First, some background.
Rob Ford is the mayor of Toronto who seems to be beloved by some, despised by others. From what I’ve been able to gather, he is a bit of a right-winger, so much of one that he had Don Cherry speak at his swearing in ceremony. The Toronto elite is quite appalled that a right-wing idiot is in charge of their World Class City. (Toronto is suffering a severe case of Nenshi envy: they can’t believe that Calgary has elected a hip Muslim, while the Centre of the Universe has Rob Ford.)
The other player in this sorry saga is Mary Walsh, a performer on the long running (19 seasons, which, by the standards of some CBC shows, makes it a youngster) CBC news satire program, This Hour Has 22 Minutes. Walsh plays a character named Marg Delahunty, whose specialty is ambushing politicians. This is apparently considered to be quite funny for some, and by “some” I mean the 0.000001 per cent of the population that watches, or has ever watched, 22 Minutes. Here’s a sampling of some of her work.
Anyway, Walsh (in her Delahunty character) thought it would be funny to ambush Ford at his home as he squeezed himself into his car to take his daughter to school. Here’s the bit as seen on 22 Minutes.
Not particularly funny, but then, very little on 22 Minutes is particularly funny. But things get absolutely hilarious off screen. Ford, apparently terrified by a middle-aged woman with a microphone, went into his house and phoned 911 in a profanity-laced, panicky call. He apparently got really angry when the police didn’t respond, and phoned back with one of those “do you know who I am?” calls, only with plenty of F-words.
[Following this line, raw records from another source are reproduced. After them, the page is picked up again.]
import { computed, ref } from 'vue'
import { useMedia } from './useMedia.ts'

export const THEME_CHOICES = ['device', 'light', 'dark'] as const
export type ThemeChoice = (typeof THEME_CHOICES)[number]

const KEY = 'barmhouse-theme'
const choice = ref<ThemeChoice>('device')

function apply(theme: ThemeChoice) {
  choice.value = theme
  if (theme === 'device') delete document.documentElement.dataset.theme
  else document.documentElement.dataset.theme = theme
}

/** Before the first drawing: the choice kept on this device. A device that keeps nothing follows its own setting. */
export function restoreTheme() {
  try {
    const kept = localStorage.getItem(KEY)
    apply(THEME_CHOICES.find((theme) => theme === kept) ?? 'device')
  } catch {
    apply('device')
  }
}

export function useTheme() {
  const deviceIsDark = useMedia('(prefers-color-scheme: dark)')
  return {
    choice: computed({
      get: () => choice.value,
      set: (theme) => {
        apply(theme)
        try {
          localStorage.setItem(KEY, theme)
        } catch {
          // Storage is shut (private window): the choice holds until the page is closed.
        }
      },
    }),
    isDark: computed(() => (choice.value === 'device' ? deviceIsDark.value : choice.value === 'dark')),
  }
}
Things got even more complicated when a CBC report claimed that Ford called the 911 dispatchers “bitches”, which was later refuted by Toronto’s police chief. This, of course, gave CBC haters (that would be anything owned by Quebecor) a chance to turn on the CBC for its inaccurate report.
This bit of silliness has led to lots of chatter amongst the Toronto chattering classes. Some people feel Ford overreacted, and there was no excuse for profanity. Others feel the CBC stepped over the line in invading a politician’s privacy.
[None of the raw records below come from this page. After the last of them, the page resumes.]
describe('the fridge', () => {
  it('takes a packet and gives back what is left, where it is and whose it is', async () => {
    const app = testApp()
    const { ada, bo } = people(app)
    const made = await makePacket(app, ada, { place: 'Top shelf', remainingGrams: 3.2 })
    expect(made).toMatchObject({
      strain: 'Fallow 71',
      initialGrams: 5,
      initialMl: null,
      remainingGrams: 3.2,
      remainingMl: null,
      storage: 'fridge',
      storageHistory: [{ from: dayFromNow(app, -60), storage: 'fridge' }],
      shared: true,
      mine: true,
      editable: true,
      version: 1,
    })
    const seen = await bo.agent.get(`/api/packets/${made.id}`)
    expect(seen.body).toMatchObject({ ownerName: 'Ada Marsh', mine: false, editable: false })
    expect(seen.text).not.toContain(ada.email)
    expect(seen.text).not.toContain(ada.id)
  })

  it('keeps a personal packet from everyone else, stewards too', async () => {
    const app = testApp()
    const { ada, bo, sam, kit } = people(app)
    const { id } = await makePacket(app, ada, { shared: false })
    const { id: batchId } = await makeBatch(bo)
    for (const other of [bo, sam, kit]) {
      expect((await other.agent.get(`/api/packets/${id}`)).status).toBe(404)
      expect((await other.agent.get(`/api/packets/${id}/vitality`)).status).toBe(404)
      expect((await list(other)).items).toEqual([])
      expect((await other.agent.post(`/api/packets/${id}/copies`).send({})).status).toBe(404)
      expect((await other.agent.post(`/api/packets/${id}/discard`).send({})).status).toBe(404)
      const change = other.agent.patch(`/api/packets/${id}`).set('If-Match', '"1"')
      expect((await change.send({ storage: 'shelf' })).status).toBe(404)
    }
    const taken = await bo.agent.post(`/api/batches/${batchId}/pitches`).send({ packetId: id, grams: 1 })
    expect(taken.status).toBe(404)
    expect((await list(ada)).items.map((packet) => packet.id)).toEqual([id])
  })

  it('lets its owner and stewards change a shared packet, others only read it', async () => {
    const app = testApp()
    const { ada, bo, sam } = people(app)
    const { id } = await makePacket(app, ada)
    const change = (who: typeof ada, version: number, body: object) =>
      who.agent.patch(`/api/packets/${id}`).set('If-Match', `"${version}"`).send(body)
    expect((await change(bo, 1, { strain: 'Mine' })).body).toMatchObject({ code: 'forbidden' })
    expect((await change(sam, 1, { place: 'Door' })).body).toMatchObject({ place: 'Door', version: 2 })
    expect((await change(ada, 1, { note: 'late' })).status).toBe(412)
    expect((await ada.agent.patch(`/api/packets/${id}`).send({ note: 'x' })).status).toBe(428)
    expect((await change(ada, 2, { note: 'Smells of bread', place: null })).body).toMatchObject({
      note: 'Smells of bread',
      place: null,
      version: 3,
    })
    expect((await change(sam, 3, { shared: false })).status).toBe(403)
    expect((await change(ada, 3, { shared: false })).body).toMatchObject({ shared: false })
  })

  it('counts a move to the shelf from its day, and not before', async () => {
    const app = testApp()
    const { ada } = people(app)
    const moved = await makePacket(app, ada, {
      lotCode: 'A',
      madeOn: dayFromNow(app, -700),
      bestBefore: null,
    })
    const stayed = await makePacket(app, ada, {
      lotCode: 'B',
      madeOn: dayFromNow(app, -700),
      bestBefore: null,
    })
    const warm = await makePacket(app, ada, {
      lotCode: 'C',
      madeOn: dayFromNow(app, -700),
      bestBefore: null,
      storage: 'shelf',
    })
    const change = await ada.agent
      .patch(`/api/packets/${moved.id}`)
      .set('If-Match', '"1"')
      .send({ storage: 'shelf', movedOn: dayFromNow(app, -100) })
    expect((change.body as Packet).storageHistory).toEqual([
      { from: dayFromNow(app, -700), storage: 'fridge' },
      { from: dayFromNow(app, -100), storage: 'shelf' },
    ])
    const [a, b, c] = await Promise.all([moved, stayed, warm].map(({ id }) => vitalityOf(ada, id)))
    expect(a?.viability.estimate).toBeLessThan(b?.viability.estimate ?? 0)
    expect(a?.viability.estimate).toBeGreaterThan(c?.viability.estimate ?? 1)
    const early = (of: string) => vitalityOf(ada, of, `?on=${dayFromNow(app, -101)}`)
    expect((await early(moved.id)).viability).toEqual((await early(stayed.id)).viability)
    const ahead = await ada.agent
      .patch(`/api/packets/${moved.id}`)
      .set('If-Match', '"2"')
      .send({ storage: 'freezer', movedOn: dayFromNow(app, 1) })
    expect(ahead.body).toMatchObject({ code: 'invalid', errors: [{ path: 'movedOn' }] })
  })

  it('lists the likeliest to start first, in pages that neither miss nor repeat', async () => {
    const app = testApp()
    const { ada, bo } = people(app)
    for (let month = 0; month < 9; month++)
      await makePacket(app, month % 2 ? ada : bo, {
        lotCode: `L${month}`,
        bestBefore: null,
        madeOn: dayFromNow(app, -60 - 90 * month),
        openedOn: month > 5 ? dayFromNow(app, -50 * month) : null,
        storage: month > 3 ? 'shelf' : 'fridge',
      })
    const whole = (await list(ada)).items
    expect(whole).toHaveLength(9)
    const rank = ['good', 'pitch-more', 'prove-first', 'do-not-rely']
    const order = whole.map((packet) => rank.indexOf(packet.verdict) - packet.viability.estimate)
    expect(order).toEqual([...order].sort((a, b) => a - b))
    expect(new Set(whole.map((packet) => packet.verdict)).size).toBeGreaterThan(2)
    const paged: string[] = []
    let cursor = ''
    for (let turn = 0; turn < 9; turn++) {
      const page = await list(ada, `?limit=2${cursor}`)
      paged.push(...page.items.map((packet) => packet.id))
      if (!page.nextCursor) break
      cursor = `&cursor=${page.nextCursor}`
    }
    expect(paged).toEqual(whole.map((packet) => packet.id))
    expect((await ada.agent.get('/api/packets?cursor=bm9uc2Vuc2U')).status).toBe(400)
  })

  it('filters by use, by whose it is, by date and by what is gone', async () => {
    const app = testApp()
    const { ada, bo } = people(app)
    const near = await makePacket(app, ada, { bestBefore: dayFromNow(app, 12), use: 'cider' })
    const past = await makePacket(app, bo, { bestBefore: dayFromNow(app, -3) })
    const gone = await makePacket(app, bo, { lotCode: 'G' })
    await bo.agent.post(`/api/packets/${gone.id}/discard`).send({ note: 'Mouldy' })
    const ids = async (query: string) => (await list(ada, query)).items.map((packet) => packet.id).sort()
    expect(await ids('')).toEqual([near.id, past.id].sort())
    expect(await ids('?use=cider')).toEqual([near.id])
    expect(await ids('?mine=true')).toEqual([near.id])
    expect(await ids('?date=near')).toEqual([near.id])
    expect(await ids('?date=past')).toEqual([past.id])
    expect(await ids('?state=gone')).toEqual([gone.id])
    expect(await ids('?state=all')).toHaveLength(3)
    expect((await ada.agent.get('/api/packets?use=bread')).status).toBe(400)
  })

  it('copies an earlier packet of a strain, full and sealed, with its own dates', async () => {
    const app = testApp()
    const { ada, bo } = people(app)
    const first = await makePacket(app, ada, {
      openedOn: dayFromNow(app, -20),
      remainingGrams: 1,
      place: 'Door',
    })
    const strains = (await bo.agent.get('/api/yeast-strains')).body as { items: { packetId: string }[] }
    expect(strains.items).toMatchObject([{ packetId: first.id, strain: 'Fallow 71', initial: 5, unit: 'g' }])
    const copy = await bo.agent
      .post(`/api/packets/${first.id}/copies`)
      .send({ bestBefore: dayFromNow(app, 400), lotCode: 'F71-1201' })
    expect(copy.status).toBe(201)
    expect(copy.body).toMatchObject({
      ...{ strain: 'Fallow 71', form: 'dry', use: 'mead', storage: 'fridge', place: 'Door' },
      ...{ remainingGrams: 5, openedOn: null, madeOn: null, lotCode: 'F71-1201', mine: true },
    })
    expect((await bo.agent.post(`/api/packets/${first.id}/copies`).send({})).body).toMatchObject({
      errors: [{ path: 'bestBefore' }],
    })
  })

  it('says which field of a new packet is wrong', async () => {
    const app = testApp()
    const { ada } = people(app)
    const paths = async (more: object) => {
      const reply = await ada.agent.post('/api/packets').send(soundPacket(app, more))
      expect(reply.status).toBe(400)
      return (reply.body as { errors: { path: string }[] }).errors.map(({ path }) => path)
    }
    expect(await paths({ strain: '  ' })).toEqual(['strain'])
    expect(await paths({ strain: 'Fal\u202elow' })).toEqual(['strain'])
    expect(await paths({ initialGrams: -1 })).toEqual(['initialGrams'])
    expect(await paths({ initialGrams: 0 })).toEqual(['initialGrams'])
    expect(await paths({ initialGrams: '5' })).toEqual(['initialGrams'])
    expect(await paths({ initialGrams: undefined })).toEqual(['initialGrams'])
    expect(await paths({ initialMl: 5 })).toContain('initialMl')
    expect(await paths({ form: 'powder' })).toEqual(['form'])
    expect(await paths({ madeOn: '2026-02-30' })).toEqual(['madeOn'])
    expect(await paths({ madeOn: dayFromNow(app, 1) })).toEqual(['madeOn'])
    expect(await paths({ madeOn: null, bestBefore: null })).toEqual(['bestBefore'])
    expect(await paths({ bestBefore: dayFromNow(app, -61) })).toEqual(['bestBefore'])
    expect(await paths({ openedOn: dayFromNow(app, -61) })).toEqual(['openedOn'])
    expect(await paths({ remainingGrams: 6 })).toEqual(['remainingGrams'])
    expect(await paths({ hat: true })).toEqual(['hat'])
    expect(await paths({ ownerId: 'x' })).toEqual(['ownerId'])
  })

  it('gives a packet back once for one Idempotency-Key', async () => {
    const app = testApp()
    const { ada } = people(app)
    const send = () => ada.agent.post('/api/packets').set('Idempotency-Key', 'one').send(soundPacket(app))
    const first = await send()
    const second = await send()
    expect((second.body as Packet).id).toBe((first.body as Packet).id)
    expect(second.get('idempotency-replayed')).toBe('true')
    expect((await list(ada)).items).toHaveLength(1)
  })
})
Well, guess what? They’re both right.
First, Ford’s reaction was incredible. Was he in actual fear for his life? It’s entirely possible that he had no idea who Mary Walsh is (I would generously say 98% of Canadians couldn’t identify her either), but clearly this was something for TV. A politician with an ounce of common sense would play along, and the whole thing blows over. Calling 911 just solidified the views of many that the man is an idiot.
BUT… 22 Minutes did step over the line. Politicians do have a right to a private life, and accosting a politician outside his home on his way to work is an invasion of his privacy. Politicians, particularly high-profile ones like Ford, live life in a fishbowl. I think most Canadians believe our politicos deserve to be left alone while they’re at home. Politics is a bad enough business without being accosted outside your own home.
So, there’s plenty of egg to go around. Ford panicked and looked stupid, and Walsh overstepped an invisible line. And all this over a lousy 3 minute bit on a show hardly anyone watches.